O ano mal tinha virado quando, de Manaus, vinham os primeiros alertas da nova crise penitenciária que se hospedaria por todo o país nos dias seguintes. Dentro do Complexo Penitenciário Anísio Jobim (Compaj), 56 internos foram brutalmente assassinados logo no primeiro dia do ano, em um massacre sem precedentes na história do estado do Amazonas. Estava iniciada, nos corredores da maior Prisão de Manaus, a onda de violência e caos pelos presídios brasileiros.
Os corpos das vítimas - mutilados, em sua grande maioria - eram exibidos pelos seus atacantes como verdadeiros troféus nos chocantes vídeos que percorreram as redes sociais.
Tratava-se de uma sangrenta briga entre facções, que não se inicia ou muito menos se encerra em Manaus: na capital amazonense, a guerra só ganha mais um capítulo em uma triste novela que se estende pelo Brasil.
No caso específico do Compaj, homens ligados à Família do Norte (FDN), facção predominante na região Norte, atacaram os internos com ligação ao Primeiro Comando da Capital (PCC). Para Marcos Rolim, jornalista, sociólogo e profundo conhecedor do tema carcerário brasileiro, o que se viu em Manaus - e, posteriormente, nas demais rebeliões - é fruto de uma omissão do Estado perante o sistema prisional vigente no país.
"O que se vê na grande maioria dos presídios brasileiros são acordos, tácitos ou não, pelos quais o Poder Público se afasta de todos os desafios do tratamento penal, em troca de uma determinada estabilidade que envolve ausência de fugas do regime fechado e de rebeliões.
Para se garantir esses resultados, as direções prisionais fazem ”vistas grossas” para a entrada de drogas e para o exercício do poder das facções. Os presídios passaram a ser, assim, empresas que agenciam os interesses das facções, especialmente seus interesses financeiros", avalia Rolim, em entrevista exclusiva à Blasting News Brasil.
Uma ilustração perfeita da análise de Rolim foi vista em uma reportagem exibida pelo programa Fantástico, da Rede Globo, no domingo, dia 8. Em um material de cerca de seis minutos, o telespectador pode conhecer a rotina dos detentos do Compaj, em Manaus, com livre acesso à cocaína e aos aparelhos celulares.
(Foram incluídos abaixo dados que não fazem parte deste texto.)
def format_summary(source: str, case, result, units: str = "si", capacity=None) -> str:
    """Return the printed summary of `result`, the engine's solution of `case` read from `source`.

    Parameters
    ----------
    source : str
        What the case was read from, shown on the first line.
    case : engine.Case
        The case as read.
    result : engine.Result
        What ``engine.solve(case)`` returned.
    units : str
        ``"si"`` (kN, m, mm, kN·m) or ``"us"`` (kip, ft, in, kip·ft).
    capacity : engine.Capacity, optional
        What ``engine.capacity(case)`` returned, shown when given.

    Returns
    -------
    str
        Lines of text in the display units, ending with the caution.
    """
    from app.units import units as display_units

    shown = display_units(units)
    lines: list[str] = []
    add = lines.append
    add("strutscope: exact second-order analysis of one member")
    add(f"  case:         {terminal(source)}")
    add(f"  title:        {terminal(case.title) or '(untitled)'}")
    add(f"  length:       {_position(shown, case.length)}")
    if result.section is not None:
        section = result.section
        add(
            f"  section:      {section.name}, {case.axis} axis (A = {shown.show('area', section.A)}, "
            f"I = {shown.show('second_moment', section.I)})"
        )
    if result.material is not None:
        add(
            f"  material:     {result.material.name} (E = {shown.show('stress', result.material.E, 5)}, "
            f"fy = {shown.show('stress', result.material.fy, 3)})"
        )
    add(f"  EI:           {shown.show('stiffness', result.EI)}")
    add(f"  supports:     left {_support(shown, case.left)}; right {_support(shown, case.right)}")
    add(f"  axial force:  {_axial(shown, result.axial_force)}")
    if case.loads:
        add("  loads:")
        lines.extend(f"    {_load(shown, load, case.length)}" for load in case.loads)
    else:
        add("  loads:        none")
    if result.bow is not None:
        against = " (against the loads)" if result.bow.opposes_load else ""
        add(f"  initial bow:  {result.bow.label}{against}")
        if result.bow.direction_governing:
            add(f"  bow direction: {_bow_direction(shown, result.bow)}")
    else:
        add(f"  initial bow:  {_imperfection(shown, case.imperfection, case.length)}")

    add("")
    add("Elastic critical loads")
    for n, load in enumerate(result.critical_loads[:3], start=1):
        add(f"  Pcr{n} = {shown.show('force', load, 5)}")
    add(f"  effective length factor K = {_ratio(result.buckling.effective_length_factor)}")
    if result.axial_force > 0:
        add(f"  α_cr = Pcr1 / P = {_ratio(result.alpha_cr)}")
    else:
        add(f"  α_cr = {_ratio(result.alpha_cr)} (no compression)")

    add("")
    add(f"Status: {result.status}")
    if result.message:
        add(f"  {result.message}")

    first = result.first_order
    add("")
    add(f"{'Governing values':<24}{'second order':<30}first order (P = 0)")
    rows = [
        ("largest |w|", "deflection", "small_length"),
        ("largest |w + w0|", "total_offset", "small_length"),
        ("largest |M|", "moment", "moment"),
        ("largest |V|", "shear", "force"),
    ]
    for label, name, kind in rows:
        second_text = _peak(shown, getattr(result.governing, name), kind)
        first_text = "n/a" if first is None else _peak(shown, getattr(first.governing, name), kind)
        add(f"  {label:<22}{second_text:<30}{first_text}")

    reactions = result.reactions
    add("")
    add("Reactions (end values of T and M, support side; T(0) - T(L) = total transverse load)")
    add(
        f"  left end:   T = {shown.show('force', reactions.left_T)}, "
        f"M = {shown.show('moment', reactions.left_M)}"
    )
    add(
        f"  right end:  T = {shown.show('force', reactions.right_T)}, "
        f"M = {shown.show('moment', reactions.right_M)}"
    )

    amplification = result.amplification
    add("")
    add("Amplification (second order / first order)")
    from engine.results import AMPLIFICATION_DEFINITIONS as definitions

    add(f"  moment, exact:      {_ratio(amplification.moment)}  ({definitions['moment']})")
    add(
        f"  moment over M_I:    {_ratio(amplification.moment_first_order)}  "
        f"({definitions['moment_first_order']})"
    )
    if amplification.moment_bow_free is not None:
        add(
            f"  moment, no bow:     {_ratio(amplification.moment_bow_free)}  "
            f"({definitions['moment_bow_free']})"
        )
    add(f"  deflection, exact:  {_ratio(amplification.deflection)}  ({definitions['deflection']})")
    for approximation in amplification.approximations:
        against = "exact, no bow" if approximation.compared_with == "moment_bow_free" else "exact"
        add(
            f"  {approximation.name + ':':<19} {_ratio(approximation.value)}"
            f"  (error {_relative_error(approximation.error)} against {against}; {approximation.source})"
        )

    equilibrium = result.equilibrium
    add("")
    if equilibrium is None:
        # The engine gives none at a critical load, where no equilibrium exists.
        add("Equilibrium residuals (relative): n/a (no equilibrium state)")
    else:
        add(
            "Equilibrium residuals (relative): "
            f"transverse {_scientific(equilibrium.transverse)}, moment {_scientific(equilibrium.moment)}"
        )

    check = result.check
    if check is not None:
        add("")
        add(
            f"Member check ({check.settings.method}, gamma_M0 = {check.settings.gamma_M0:g}), "
            "second-order forces"
        )
        add(
            f"  utilisation:  {_utilisation(check.utilization)} ({check.kind} at "
            f"x = {_position(shown, check.x)}; {check.source})"
        )
        add(f"  strength:     {_utilisation(check.strength_utilization)} ({check.strength_kind})")
        out = check.out_of_plane
        if out is not None and out.checked:
            add(
                f"  out of plane: {_ratio(out.utilization)} (N/N_b,Rd about the {out.axis} axis; L_cr = "
                f"{shown.show('length', out.buckling_length)}, lambda_bar = {out.lambda_bar:.3f}, curve "
                f"{out.curve}, chi = {out.chi:.3f}, N_b,Rd = {shown.show('force', out.N_b_Rd, 5)})"
            )
        elif out is not None:
            add(f"  out of plane: not checked ({out.reason})")
        if check.section_class is not None:
            add(f"  section:      {check.section_class.describe()}")
    service = result.service
    if service is not None:
        add("")
        add("Service check (deflection; apart from the strength utilisation)")
        allowed = shown.show("small_length", service.allowed)
        add(
            f"  deflection:   {shown.show('small_length', abs(service.deflection))} at x = "
            f"{_position(shown, service.x)} against span/{service.limit:g} = {allowed} "
            f"({_ratio(service.utilization)})"
        )
        add(f"  basis:        {service.basis}")
    elif result.utilization is not None:
        add("")
        add(f"Member check: utilisation {_utilisation(result.utilization)}")

    if capacity is not None:
        add("")
        add(f"Capacity ({capacity.mode}: the largest axial compression at strength utilisation 1)")
        where = "" if capacity.x is None else f" at x = {_position(shown, capacity.x)}"
        add(f"  axial force:  {shown.show('force', capacity.axial_force, 5)} ({capacity.check}{where})")
        add(
            f"  load factor:  {_ratio(capacity.load_factor)} on the given axial force; "
            f"Pcr1 = {shown.show('force', capacity.critical_load, 5)}"
        )
        add(f"  {capacity.message}")

    add("")
    add("Cautions")
    for caution in result.cautions:
        if caution.code == "scope":
            continue  # printed last, always
        add(f"  [{caution.level}] {caution.message} ({caution.source})")
    add("")
    add(f"Caution: {CAUTION}")
    return "\n".join(lines)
Na esteira dos desmandos de dentro dos presídios, Rolim pede uma aplicação mais rigorosa da Lei de Execução Penal, datada de 1984 e reformulada em 2003.
"O Estado abdicou da Execução Penal. Os governantes e a opinião pública não se preocupam com a execução penal nem com o processo de estigmatização posterior que impedirá que os egressos tenham o direito a uma vida produtiva e legal. O problema que o tipo de equilíbrio alcançado pela negligência e pela pilantragem é sempre precário e pode ser desmontado como um castelo de cartas diante de uma guerra entre facções. É o que está ocorrendo agora", pontua.
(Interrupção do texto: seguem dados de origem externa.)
def _check_step_forms(case) -> None:
    """Steps of one form, each in a case that supports it (see the module docstring)."""
    sectioned = [i for i, s in enumerate(case.steps) if s.section is not None]
    if sectioned and len(sectioned) != len(case.steps):
        first = next(i for i, s in enumerate(case.steps) if s.section is None)
        raise CaseError(
            f"steps[{first}].EI: a step by EI is not allowed beside steps by section "
            f"(steps[{sectioned[0]}]); give every step a section"
        )
    if sectioned:
        if case.section is None or case.material is None or case.EI is not None:
            raise CaseError(
                f"steps[{sectioned[0]}].section: a step by section needs a case with a section and a "
                "material and no EI of its own (the first segment's section is the case's)"
            )
        if case.second_plane is not None:
            raise CaseError(
                f"steps[{sectioned[0]}].section: steps are not allowed in a two-plane case (the N–M_y–M_z "
                "check of both planes reads one section); analyse each plane as a one-plane case"
            )
        return
    if case.EI is None or case.section is not None:
        raise CaseError(
            "steps[0].EI: a step by EI needs a case that gives its own EI and no section (the member check "
            "would use the one section along the whole member); with a section give each step its own "
            "section instead"
        )
    if case.second_plane is not None:
        raise CaseError(
            "steps: not allowed in a two-plane case (a step by EI gives the stiffness about one axis only)"
        )


def for_plane(restraints, plane: str) -> tuple[Restraint, ...]:
    """The restraints acting in ``plane`` ("first" or "second"), each marked ``plane="first"`` for the solver,
    which sees one plane at a time (a twist alone acts in no plane: left out)."""
    out = []
    for r in restraints:
        if r.plane in (plane, "both") and r.bends:
            out.append(r if r.plane == "first" else Restraint(**{**r.__dict__, "plane": "first"}))
    return tuple(out)


def _restrains(value) -> bool:
    return value == "fixed" or (not isinstance(value, str) and float(value) > 0.0)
Todos os presídios das grandes capitais brasileiras são dominados por facções. Em São Paulo, o PCC tem o maior controle. No Rio de Janeiro, o chamado Comando Vermelho (CV) aparece com mais força. Tratado como "bomba-relógio" pelas autoridades, o Presídio Central, de Porto Alegre, com mais de 4 mil internos, é um misto de facções.
Diante do atual panorama das cadeias do país, Rolim não vê como um cidadão ser preso e ficar alheio às facções dentro da prisão.
"Não é verdade que os presos fazem o que querem nas prisões, mas é, cada vez mais verdade, que a maioria dos presos não tem escolha a não ser fazer o que as facções querem que ele faça", finaliza.